I guess it depends on how the principal values loyalty. I would suspect that the 30+ years teacher is an extremely effective teaching using the skills of the 20th century well. 21st century skills are as yet untested. Not to mention that most private schools do not have a retirement program, so this older lady would be without both job and income (a poor reward for her years of service) whereas the younger teacher would be more likely to get another job and move on. I'd go with the loyal 30+ year teacher! Not only that, if the younger teacher finds another job that pays better or has more technology available, she will not hesitate to turn in her resignation. It is unlikely that the veteran teacher is going to jump ship and leave the school stranded. With the 30 year veteran, you know what you've got!

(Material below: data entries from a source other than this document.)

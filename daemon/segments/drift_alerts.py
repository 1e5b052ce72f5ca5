"""Drift alerts: payloads with deterministic ids and explanations in the data's units.

:func:`drift_event_alert` turns a raised or cleared event of
:func:`shoal.core.drift.evaluate_bounds` into the alert payload (README, "Alert
payload"): the same cause (baseline, segment, statistic, first crossing window) gives
the same id, a raised alert stays open in the drift state until it clears, and each
payload explains itself: which features moved, by how much in baseline sds, for a
transformed feature its median in the data's units, Hotelling's ``T^2`` and p-value
for a mean shift, the sds for a spread change, the missing shares, or for the whole
model's fit the unusual rows and the segment most of them are labelled.
"""
from __future__ import annotations

import hashlib
import json
import math

import numpy as np

from shoal.core.distances import hotelling_t2_pvalue
from shoal.core.drift import WHOLE_MODEL, Baseline, explain
from shoal.daemon.model.transforming import moves_in_data_units
from shoal.daemon.segments.missing_drift import missing_note
from shoal.daemon.segments.window_sums import files_of, span

__all__ = ["PAYLOAD_SCHEMA_VERSION", "STATISTIC_UNITS", "alert_id", "drift_event_alert",
           "drift_summary", "finite_or_none", "shown", "shown_noise"]

# Version of the alert payload's fields (README, "Alert payload"); a change to a field's
# name or meaning bumps it, so a receiver can tell which fields to expect.
PAYLOAD_SCHEMA_VERSION = 1

STATISTIC_UNITS = {
    "missing_share": "share of rows",
    "mean_shift": "baseline sds",
    "spread_ratio": "ratio of sds",
    "weight_change": "share of rows",
    "fit_drop": "nats per row",
    "feature_shift": "baseline sds",
}
_TOP_FEATURES = 3


def alert_id(baseline_number: int, segment, statistic: str, first_window: int) -> str:
    """The same cause (baseline, segment, statistic, first crossing window) -> the same id."""
    cause = json.dumps([int(baseline_number), str(segment), statistic, int(first_window)])
    return "drift-" + hashlib.sha256(cause.encode()).hexdigest()[:20]


def finite_or_none(x) -> float | None:
    """``x`` as a float, None when not finite (JSON has no inf or nan)."""
    x = float(x)
    return x if math.isfinite(x) else None


def _fmt(x: float) -> str:
    return f"{x:.4g}"


def _moves(moved) -> str:
    return ", ".join(f"{m['feature']} {_fmt(m['baseline_mean'])} -> {_fmt(m['window_mean'])} "
                     + (f"(median, {m['shift_sd']:+.2f} sd of {m['transform']})"
                        if m.get("centre") == "median" else f"({m['shift_sd']:+.2f} sd)")
                     for m in moved[:_TOP_FEATURES])


def shown(stat, v):
    """A statistic as users read it (spread_ratio is evaluated on its log)."""
    if v is None:
        return math.nan
    return math.exp(v) if stat == "spread_ratio" else v


def shown_noise(stat, v):
    """A noise level as users read it (on the ratio's scale for spread_ratio)."""
    return math.exp(v) if stat == "spread_ratio" and v is not None else v


def drift_summary(keyed, bounds: dict) -> dict[str, dict]:
    """Per segment id (str): each statistic's value, noise and bound as shown, from a
    window's keyed ``(values, noise, detail)`` and the bounds in force."""
    values, noise, _ = keyed
    out: dict[str, dict] = {}
    for (seg, stat), v in values.items():
        bound = bounds.get((seg, stat), bounds.get(stat))
        out.setdefault(str(seg), {})[stat] = {
            "value": finite_or_none(shown(stat, v)),
            "noise": finite_or_none(shown_noise(stat, noise[(seg, stat)])),
            "bound": None if bound is None else finite_or_none(shown(stat, bound))}
    return out


def drift_event_alert(watch, e: dict, detail: dict, ref: Baseline, info: dict,
                      recent: list) -> None:
    """Turn a raised or cleared event of ``watch`` (an InputWatch) into its alert payload,
    kept open or closed in the watch's state; ``recent`` are the records of the windows
    up to the evaluated one (``info``'s)."""
    st = watch.state
    seg, stat = e["segment"], e["statistic"]
    key = f"{seg}|{stat}"
    if e["status"] == "raised":
        windows = [w for w in recent if w["index"] >= e["first_at"]]
        payload = {
            "schema_version": PAYLOAD_SCHEMA_VERSION,
            "id": alert_id(st["baseline_number"], seg, stat, e["first_at"]),
            "kind": "drift",
            "status": "raised",
            "severity": _severity(watch, stat, e["value"], e["bound"]),
            "segment": seg if seg == WHOLE_MODEL else int(seg),
            "statistic": stat,
            "unit": STATISTIC_UNITS[stat.split("[")[0]],
            "value": finite_or_none(shown(stat, e["value"])),
            "bound": finite_or_none(shown(stat, e["bound"])),
            "noise": finite_or_none(shown_noise(stat, e["noise"])),
            "model_version": {"first": min(w["versions"][0] for w in windows),
                              "last": watch.version},
            "rows": {"first": windows[0]["rows"][0], "last": info["rows"][1]},
            "time": span([w["time"] for w in windows]),
            "inputs": files_of(windows),
            "windows": {"first": e["first_at"], "last": e["at"],
                        "rows_each": watch.window_rows},
            "baseline": {k: v for k, v in (st["baseline_info"] or {}).items()
                          if k in ("number", "model_version", "row")},
            "explanation": _explain(watch, seg, stat, detail, ref),
        }
        st["open"][key] = {"payload": payload}
        watch.emit(payload)
    else:
        opened = st["open"].pop(key, None)
        base = opened["payload"] if opened else {
            "schema_version": PAYLOAD_SCHEMA_VERSION,
            "id": alert_id(st["baseline_number"], seg, stat, e["first_at"] or e["at"]),
            "kind": "drift", "segment": seg, "statistic": stat,
            "unit": STATISTIC_UNITS[stat.split("[")[0]],
            "model_version": {"first": watch.version}, "rows": {"first": info["rows"][0]},
            "severity": "major", "baseline": None}
        windows = recent[-watch.drift.resolve_persist:]
        payload = dict(base)
        payload.update({
            "status": "cleared",
            "value": finite_or_none(shown(stat, e["value"])),
            "bound": finite_or_none(shown(stat, e["bound"])),
            "noise": finite_or_none(shown_noise(stat, e["noise"])),
            "peak": finite_or_none(shown(stat, e["peak"])),
            "model_version": {"first": base["model_version"]["first"], "last": watch.version},
            "rows": {"first": base["rows"]["first"], "last": info["rows"][1]},
            "time": span(([[base["time"]["first"], base["time"]["last"]]]
                           if base.get("time") else []) + [w["time"] for w in windows]),
            "inputs": files_of(windows),
            "explanation": _explain(watch, seg, stat, detail, ref),
        })
        st["cool"][key] = e["at"] + watch.drift.cool_down_windows
        watch.emit(payload)


def _severity(watch, stat, value, bound) -> str:
    """X.733 perceived severity: ``critical`` at ``critical_multiple`` times the bound,
    ``major`` past the bound (segment events are ``warning``)."""
    return "critical" if value >= watch.drift.critical_multiple * bound else "major"

def _explain(watch, seg, stat, detail, ref: Baseline) -> dict:
    names = watch.monitor.features
    if seg == WHOLE_MODEL:
        return _explain_fit(watch, detail.get(WHOLE_MODEL), ref)
    info = detail.get(seg, {})
    if stat == "missing_share":
        return _explain_missing(watch, seg, info)
    if "mean" not in info:
        share = info.get("share", 0.0)
        return {"summary": f"segment {seg} took {share:.1%} of the window's rows "
                           f"(baseline weight {info.get('baseline_weight', 0.0):.1%}) "
                           "and had no rows to compare",
                "share": share, "baseline_weight": info.get("baseline_weight")}
    moved = moves_in_data_units(explain(ref, seg, info["mean"], feature_names=names),
                                watch.transforms)
    out = {"features": moved, "share": info["share"],
           "baseline_weight": info["baseline_weight"], "effective_rows": info["n_eff"]}
    if stat == "mean_shift":   # T^2 = n_eff d^2 against chi-square(D) (scipy.stats.chi2)
        out["hotelling_t2"] = info["t2"]
        out["p_value"] = float(hotelling_t2_pvalue(info["t2"], len(names)))
    if stat == "spread_ratio":
        k = ref.index_of(seg)
        ratio = np.sqrt(np.maximum(np.diag(info["cov"]), 0.0) /
                        np.diag(ref.covariances[k]))
        order = sorted(range(len(names)), key=lambda j: (-abs(math.log(max(ratio[j], 1e-300))), j))
        out["spreads"] = [{"feature": names[j],
                           "baseline_sd": float(math.sqrt(ref.covariances[k][j, j])),
                           "window_sd": float(math.sqrt(max(info["cov"][j, j], 0.0))),
                           "ratio": float(ratio[j])} for j in order]
        top = ", ".join(f"{s['feature']} sd {_fmt(s['baseline_sd'])} -> "
                        f"{_fmt(s['window_sd'])} (x{s['ratio']:.2f})"
                        for s in out["spreads"][:_TOP_FEATURES])
        out["summary"] = f"segment {seg} spread changed: {top}"
    elif stat == "weight_change":
        out["summary"] = (f"segment {seg} took {info['share']:.1%} of the rows against a "
                          f"baseline weight of {info['baseline_weight']:.1%}; "
                          + _moves(moved))
    else:
        out["summary"] = f"segment {seg} moved: " + _moves(moved)
    note = missing_note(info, names)
    if note:
        out["summary"] += f"; {note}"
    return out

def _explain_missing(watch, seg, info) -> dict:
    names = watch.monitor.features
    m = info.get("missing") or {}
    if not m:
        return {"summary": f"segment {seg} had no rows to compare"}
    f = names[m["feature"]]
    if m["share"] == m["baseline_share"]:
        summary = (f"segment {seg}: no feature missing from a share of its rows other "
                   "than the baseline's")
    else:
        summary = (f"feature {f} missing from {m['share']:.1%} of segment {seg}'s rows "
                   f"(baseline {m['baseline_share']:.1%})")
    return {"summary": summary,
            "feature": f, "share": m["share"], "baseline_share": m["baseline_share"],
            "shares": {names[j]: s for j, s in enumerate(m["shares"])},
            "effective_rows": info.get("n_eff")}

def _explain_fit(watch, info, ref: Baseline) -> dict:
    if not info:
        return {"summary": "no rows"}
    out = {"mean_log_density": info["mean_log_density"],
           "baseline_log_density": float(ref.log_density),
           "unusual_rows": info["unusual"], "rows": info["n"],
           "expected_unusual_share": watch.monitor.settings.output.unusual_quantile}
    head = (f"mean log-density {_fmt(info['mean_log_density'])} against "
            f"{_fmt(ref.log_density)} nats/row at the baseline; "
            f"{info['unusual'] / info['n']:.1%} of rows unusual (expected "
            f"{watch.monitor.settings.output.unusual_quantile:.1%})")
    by_seg = info["unusual_by_segment"]
    if info["unusual"] and by_seg:
        near = max(by_seg, key=lambda s: (by_seg[s], -int(s)))
        if int(near) in set(ref.ids.tolist()):
            moved = moves_in_data_units(explain(ref, int(near), info["unusual_mean"],
                                                feature_names=watch.monitor.features),
                                        watch.transforms)
            out.update(nearest_segment=int(near), features=moved)
            head += (f"; most are labelled segment {near}, from whose baseline they "
                     f"differ: " + _moves(moved))
    out["summary"] = head
    return out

Of course Anne and I are are in the same boat--the 30+ year veterans. I agree with what she said---if the teachers are both good teachers, I'd go with loyality. There is a lot more to teaching than "the next new thing", A LOT MORE. Hopefully it's not you that is getting cut!!
Unfortunatelly yes!
This just happened to me. The middle school enrollment went down big time and they are not renewing contratcts to the newer teachers.
In my area of expertise this is the only place in town where I can have a full time position with my skills (Hebrew and Judaic Studies.)
But, I can understand what you both are saying regarding my co-workers seniority. In an ideal world (that is living in a place with more than one Jewish Day School) I will be in a better position to get job. Unfortunatelly, that's not my case.
C'est la vie! I guess I am going to have be creative with my technology skills from now on!
Thanks for your feed back!
Come to KC, we have a huge Hebrew Academy!!
What a nice reply, Nancy. I hope Noemi can take you up on that offer. It is no fun losing a job, but a chance to go to a new community makes it all better!
Wow, I feel speachless! I've never been to KC but I feel I could just take a plane and visiting both of you! Thanks for kind words! Who knows what's awaiting for me in the near future.
In the midtime, I am planning in keeping both of you in the virtual world!
Noemi,

You will visit Nancy in KC, but I am in Virginia. But, please do keep in touch with both of us and let us know how you are doing in the job search.

Oh, I was in Kansas City once, as a stopover on my way to Albequerque to present at a VEA conference on technology in 1993 - Al Gore was the surprise keynote speaker. When we landed in KC, we had to wait on the runway since Clinton was just leaving. When we got into Albequerque we had to wait on thee runway because Al Gore was just arriving. And, there was this cute little freckle faced boy who just bubbled after Al Gore had come up to him at his computer in the hotel lobby and asked the boy to show him what he could do with the computer! The boy said his picture would be on the front page of the paper, and when I got a copy on my way home, there he was with a huge grin and a face full of bright freckles. Technology will take you place Noemi!!!
That's a great story. I do have freckles and a computer too!
That should be the secret I just need to find Al Gore :)
I do have a sense of humor that is a little unusual, you see, If I was a dish, I would be
a falafel rap in a burrito with guacamole sprinkle with paprika and served accompanied by a chill sangria/tequila mix. L'chayim!!
The critical question for me - are the teachers successful? (Whether or not the classrooms are festooned with the technology that suggests 21st C education). Are the students learning, thinking, producing, inspired, collaborating etc? Sometimes 30 years tells me about tenure, habit and stamina - but not about effectiveness, engagement and education or learning..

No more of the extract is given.